« Ça ouvre une place sur le podium »

Le CIO refuse au fondeur russe Sergey Ustiugov, grand rival du Québécois Alex Harvey, sa participation aux Jeux de PyeongChang

Les Jeux olympiques de PyeongChang n’ont pas encore commencé que les chances d’Alex Harvey de monter sur le podium se sont améliorées de façon notable.

Le fondeur russe Sergey Ustiugov, l’un des grands favoris, s’est vu refuser sa participation par le Comité international olympique (CIO), comme 110 de ses compatriotes qui n’ont pas satisfait aux critères d’un comité indépendant chargé de vérifier leur probité sur le plan du dopage.

« C’est sûr que si je finis troisième au skiathlon, je peux remercier le Comité international olympique ! », a commenté Harvey, hier, depuis l’Italie, où il achève sa préparation.

Présenté le 11 février, deuxième journée des Jeux, le skiathlon de 30 km est la première épreuve du programme de ski et la principale cible de Harvey en Corée en Sud. Ustiugov en est le champion mondial, comme du sprint par équipes avec Nikita Kriukov, suspendu à vie juste avant Noël. À Lahti, en mars 2017, Ustiugov avait aussi gagné l’argent au sprint individuel, au relais et au 50 km style libre.

« Je suis quand même surpris que le CIO se rende aussi loin, c’est l’une des plus grandes stars du ski de fond », a souligné Harvey, qui avait battu Ustiugov au 50 km libre aux Mondiaux.

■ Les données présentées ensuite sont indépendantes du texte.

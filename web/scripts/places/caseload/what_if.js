/** One what-if beside the baseline: what it would change. */
import { answerBlock } from '../../parts/answer.js';
import { choiceRow, numberField } from '../../parts/choices.js';
import { h } from '../../parts/element.js';
import { live } from '../../parts/live.js';
import { table } from '../../parts/table.js';
import { bandColumns } from './bands.js';
import { projectionRequest } from './request.js';

const LEVERS = ['fewer_newcomers', 'fewer_lost', 'fewer_deaths'];

/** @param {import('../../app.js').App} app */
export function whatIfBlock(app) {
  return answerBlock(app, {
    id: 'what-if',
    title: 'what-if-title',
    choices: choices(app),
    empty: 'what-if-off',
    ask: (state) => (state.caseload.whatIf.on ? projectionRequest(state) : null),
    draw: (answer) => drawWhatIf(app, answer),
  });
}

function choices(app) {
  return live(app, (state) => [state.caseload.whatIf, state.caseload.years], ({ caseload }) => {
    const { say } = app.words;
    const { whatIf } = caseload;
    const change = (patch) => app.store.amend('caseload', { whatIf: { ...app.store.state.caseload.whatIf, ...patch } });
    const lever = (name) => numberField({
      id: `what-if-${name}`, label: say(`lever-${name}`), value: whatIf[name], least: 0, greatest: 100, unit: say('percent-sign'),
      fault: whatIf[name] < 0 || whatIf[name] > 100 ? say('lever-fault') : null,
      onchange: (percentage) => change({ [name]: percentage ?? 0 }),
    });
    return [
      h('label', { class: 'tick choice' },
        h('input', { type: 'checkbox', id: 'what-if-on', checked: whatIf.on, onchange: (event) => change({ on: event.target.checked }) }),
        ' ', say('what-if-use')),
      whatIf.on ? choiceRow(...LEVERS.map(lever), numberField({
        id: 'what-if-from', label: say('lever-from-year'), hint: say('lever-from-year-hint'), value: whatIf.from_year,
        least: 1, greatest: caseload.years, step: 1, onchange: (year) => change({ from_year: Math.max(1, Math.round(year ?? 1)) }),
      })) : null,
    ];
  });
}

function drawWhatIf(app, answer) {
  const { say, count } = app.words;
  const { difference } = answer;
  const last = difference.under_care.at(-1);
  const totals = ['newcomers', 'deaths', 'lost', 'patient_years', 'visits', 'medicine_units', 'cost']
    .map((name) => ({ name, band: difference.total[name] }))
    .filter(({ band }) => band.value !== 0 || band.p95.some((limit) => limit !== 0));
  const signed = (number) => (number > 0 ? `+${count(number)}` : count(number));
  return [
    h('p', { class: 'sentence' }, say('what-if-sentence', {
      years: answer.years.length, more: signed(last.value), lower: signed(last.p95[0]), upper: signed(last.p95[1]),
      deaths: signed(difference.total.deaths.value), lost: signed(difference.total.lost.value),
    })),
    table(app, {
      name: 'what-if', caption: say('what-if-caption', { years: answer.years.length }), note: say('what-if-note'),
      rows: [{ name: 'under_care', band: last }, ...totals],
      columns: [
        { heading: say('measure'), show: (row) => say(`difference-${row.name}`), text: true },
        ...bandColumns(app, say('difference'), (row) => row.band, signed),
      ],
    }),
    h('p', { class: 'method' }, say('what-if-method')),
  ];
}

La semaine dernière, le CIO avait annoncé l’exclusion de 111 athlètes d’une liste de 500 candidats soumise par le Comité olympique russe.

Des noms filtrent depuis lundi. Le patineur de vitesse sur courte piste Viktor Ahn est le plus connu. Triple champion olympique et médaillé d’argent à Sotchi, il aurait été impliqué dans le dopage d’État révélé par le rapport McLaren en 2016. Si ce dernier est disqualifié, le médaillé de bronze québécois Charle Cournoyer pourrait hériter de l’argent au 500 m.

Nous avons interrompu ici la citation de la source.